--- START ---

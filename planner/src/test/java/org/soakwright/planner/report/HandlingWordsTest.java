package org.soakwright.planner.report;

import static org.junit.jupiter.api.Assertions.assertEquals;
import static org.junit.jupiter.api.Assertions.assertInstanceOf;
import static org.junit.jupiter.api.Assertions.assertTrue;

import java.util.List;
import java.util.Optional;
import org.junit.jupiter.api.Test;
import org.soakwright.planner.batch.Batch;
import org.soakwright.planner.batch.Checked;
import org.soakwright.planner.batch.Run;
import org.soakwright.recipes.Outcome;
import org.soakwright.recipes.Recipes;
import org.soakwright.recipes.model.Recipe;

/** What lies between steps is said once, as it is computed. */
class HandlingWordsTest {
    private static Recipe recipe(String between, String second, String third, String fills) {
        String soak =
                "  - {soak: %s, liquor: {ratio: 2 L/kg, salt: 0 g/L}, film: {coefficient: 2e-6 m/s}, time: 6 h%s}\n";
        String text = """
                language: 1
                title: Slices
                product: [other]
                lot: {mass: 10 kg, density: 1100 kg/m3, pieces: [{name: slice, shape: slab, thickness: 8 mm}]}
                species: {salt: {start: 60 g/kg, diffusivity: 8e-10 m2/s, partition: 0.8}}
                """ + between + "steps:\n" + soak.formatted("first", "") + soak.formatted("second", second)
                + soak.formatted("third", third)
                + "  - {rinse: fills, liquor: {ratio: 1 L/kg, salt: 0 g/L}, fills: 3, film: negligible, time: 90 min"
                + fills + "}\n";
        return assertInstanceOf(Outcome.Accepted.class, Recipes.read("test.yaml", text), text)
                .recipe();
    }

    private static final String CHANGED = ", changeover: {drain: 20 min, refill: 30 min}";

    @Test
    void nothingIsSaidOfARecipeThatSaysNothing() {
        Recipe plain = recipe("between: 20 min\n", "", "", "");
        assertEquals(List.of(), HandlingWords.of(plain));
        assertEquals(Optional.of("steps"), HandlingWords.transferred(plain));
        assertEquals(Optional.empty(), HandlingWords.transferred(recipe("", "", "", "")));
    }

    @Test
    void everyWayIsSaidOnce() {
        Recipe recipe = recipe(
                "between: 20 min\n",
                ", stays: true, attended: true" + CHANGED,
                ", stays: true, hold-at-most: 2 h" + CHANGED,
                ", attended: true, hold-at-most: 0 min, changeover: {drain: 15 min, refill: 0 min}");
        assertEquals(
                List.of(
                        "Before second and third the pieces stay in the vessel of the step before: 20 min to drain, 30 min to"
                                + " refill; the clock counts them.",
                        "Between the fills of fills the pieces stay drained: 15 min to drain; the clock counts them, the time of the step does"
                                + " not.",
                        "Somebody attends second and fills: on a line in crew hours only.",
                        "A line may hold third up to 2 h longer.",
                        "A line may hold fills no longer than the recipe says."),
                HandlingWords.of(recipe));
        assertEquals(Optional.of("steps in different vessels"), HandlingWords.transferred(recipe));
    }

    @Test
    void aLotThatNeverLeavesItsVesselIsNotTransferred() {
        Recipe recipe = recipe("between: 20 min\n", ", stays: true", ", stays: true", ", stays: true");
        assertEquals(Optional.empty(), HandlingWords.transferred(recipe));
        assertEquals(
                List.of(
                        "Before second, third and fills the pieces stay in the vessel of the step before: it begins at once."),
                HandlingWords.of(recipe));
    }

    /** The time of fills is that in liquor; the clock has run 2 x 35 min more, from 20 min after the 18 h and 50 min twice: 20:00 to 22:40. */
    @Test
    void checkAndSheetSayItAndTheClockCountsIt() {
        Recipe recipe = recipe(
                "between: 20 min\n",
                ", stays: true" + CHANGED,
                ", stays: true" + CHANGED,
                ", changeover: {drain: 15 min, refill: 20 min}");
        String checked = CheckSheet.of(Checked.of(recipe), Style.PLAIN);
        assertTrue(checked.contains("Handling\n"), checked);
        assertTrue(checked.contains("Before second and third the pieces stay"), checked);
        Run run = new Batch(recipe).follow(6 * 3600, 6 * 3600, 6 * 3600, 90 * 60);
        Section steps =
                Findings.of(run, Optional.empty()).section(Findings.STEPS).orElseThrow();
        String shown = String.join("\n", steps.lines(Style.PLAIN));
        assertTrue(shown.contains("1 h 30 min  20:00 – 22:40"), shown);
        assertTrue(
                shown.contains(
                        "Between steps in different vessels 20 min to drain and transfer; the clock counts them."),
                shown);
    }
}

--- END ---

Return every line above exactly.

**TASK RESPONSE:**
filename planner/src/test/java/org/soakwright/planner/report/HandlingWordsTest.java
package org.soakwright.planner.report;

import static org.junit.jupiter.api.Assertions.assertEquals;
import static org.junit.jupiter.api.Assertions.assertInstanceOf;
import static org.junit.jupiter.api.Assertions.assertTrue;

import java.util.List;
import java.util.Optional;
import org.junit.jupiter.api.Test;
import org.soakwright.planner.batch.Batch;
import org.soakwright.planner.batch.Checked;
import org.soakwright.planner.batch.Run;
import org.soakwright.recipes.Outcome;
import org.soakwright.recipes.Recipes;
import org.soakwright.recipes.model.Recipe;

/** What lies between steps is said once, as it is computed. */
class HandlingWordsTest {
    private static Recipe recipe(String between, String second, String third, String fills) {
        String soak =
                "  - {soak: %s, liquor: {ratio: 2 L/kg, salt: 0 g/L}, film: {coefficient: 2e-6 m/s}, time: 6 h%s}\n";
        String text = """
                language: 1
                title: Slices
                product: [other]
                lot: {mass: 10 kg, density: 1100 kg/m3, pieces: [{name: slice, shape: slab, thickness: 8 mm}]}
                species: {salt: {start: 60 g/kg, diffusivity: 8e-10 m2/s, partition: 0.8}}
                """ + between + "steps:\n" + soak.formatted("first", "") + soak.formatted("second", second)
                + soak.formatted("third", third)
                + "  - {rinse: fills, liquor: {ratio: 1 L/kg, salt: 0 g/L}, fills: 3, film: negligible, time: 90 min"
                + fills + "}\n";
        return assertInstanceOf(Outcome.Accepted.class, Recipes.read("test.yaml", text), text)
                .recipe();
    }

    private static final String CHANGED = ", changeover: {drain: 20 min, refill: 30 min}";

    @Test
    void nothingIsSaidOfARecipeThatSaysNothing() {
        Recipe plain = recipe("between: 20 min\n", "", "", "");
        assertEquals(List.of(), HandlingWords.of(plain));
        assertEquals(Optional.of("steps"), HandlingWords.transferred(plain));
        assertEquals(Optional.empty(), HandlingWords.transferred(recipe("", "", "", "")));
    }

    @Test
    void everyWayIsSaidOnce() {
        Recipe recipe = recipe(
                "between: 20 min\n",
                ", stays: true, attended: true" + CHANGED,
                ", stays: true, hold-at-most: 2 h" + CHANGED,
                ", attended: true, hold-at-most: 0 min, changeover: {drain: 15 min, refill: 0 min}");
        assertEquals(
                List.of(
                        "Before second and third the pieces stay in the vessel of the step before: 20 min to drain, 30 min to"
                                + " refill; the clock counts them.",
                        "Between the fills of fills the pieces stay drained: 15 min to drain; the clock counts them, the time of the step does"
                                + " not.",
                        "Somebody attends second and fills: on a line in crew hours only.",
                        "A line may hold third up to 2 h longer.",
                        "A line may hold fills no longer than the recipe says."),
                HandlingWords.of(recipe));
        assertEquals(Optional.of("steps in different vessels"), HandlingWords.transferred(recipe));
    }

    @Test
    void aLotThatNeverLeavesItsVesselIsNotTransferred() {
        Recipe recipe = recipe("between: 20 min\n", ", stays: true", ", stays: true", ", stays: true");
        assertEquals(Optional.empty(), HandlingWords.transferred(recipe));
        assertEquals(
                List.of(
                        "Before second, third and fills the pieces stay in the vessel of the step before: it begins at once."),
                HandlingWords.of(recipe));
    }

    /** The time of fills is that in liquor; the clock has run 2 x 35 min more, from 20 min after the 18 h and 50 min twice: 20:00 to 22:40. */
    @Test
    void checkAndSheetSayItAndTheClockCountsIt() {
        Recipe recipe = recipe(
                "between: 20 min\n",
                ", stays: true" + CHANGED,
                ", stays: true" + CHANGED,
                ", changeover: {drain: 15 min, refill: 20 min}");
        String checked = CheckSheet.of(Checked.of(recipe), Style.PLAIN);
        assertTrue(checked.contains("Handling\n"), checked);
        assertTrue(checked.contains("Before second and third the pieces stay"), checked);
        Run run = new Batch(recipe).follow(6 * 3600, 6 * 3600, 6 * 3600, 90 * 60);
        Section steps =
                Findings.of(run, Optional.empty()).section(Findings.STEPS).orElseThrow();
        String shown = String.join("\n", steps.lines(Style.PLAIN));
        assertTrue(shown.contains("1 h 30 min  20:00 – 22:40"), shown);
        assertTrue(
                shown.contains(
                        "Between steps in different vessels 20 min to drain and transfer; the clock counts them."),
                shown);
    }
}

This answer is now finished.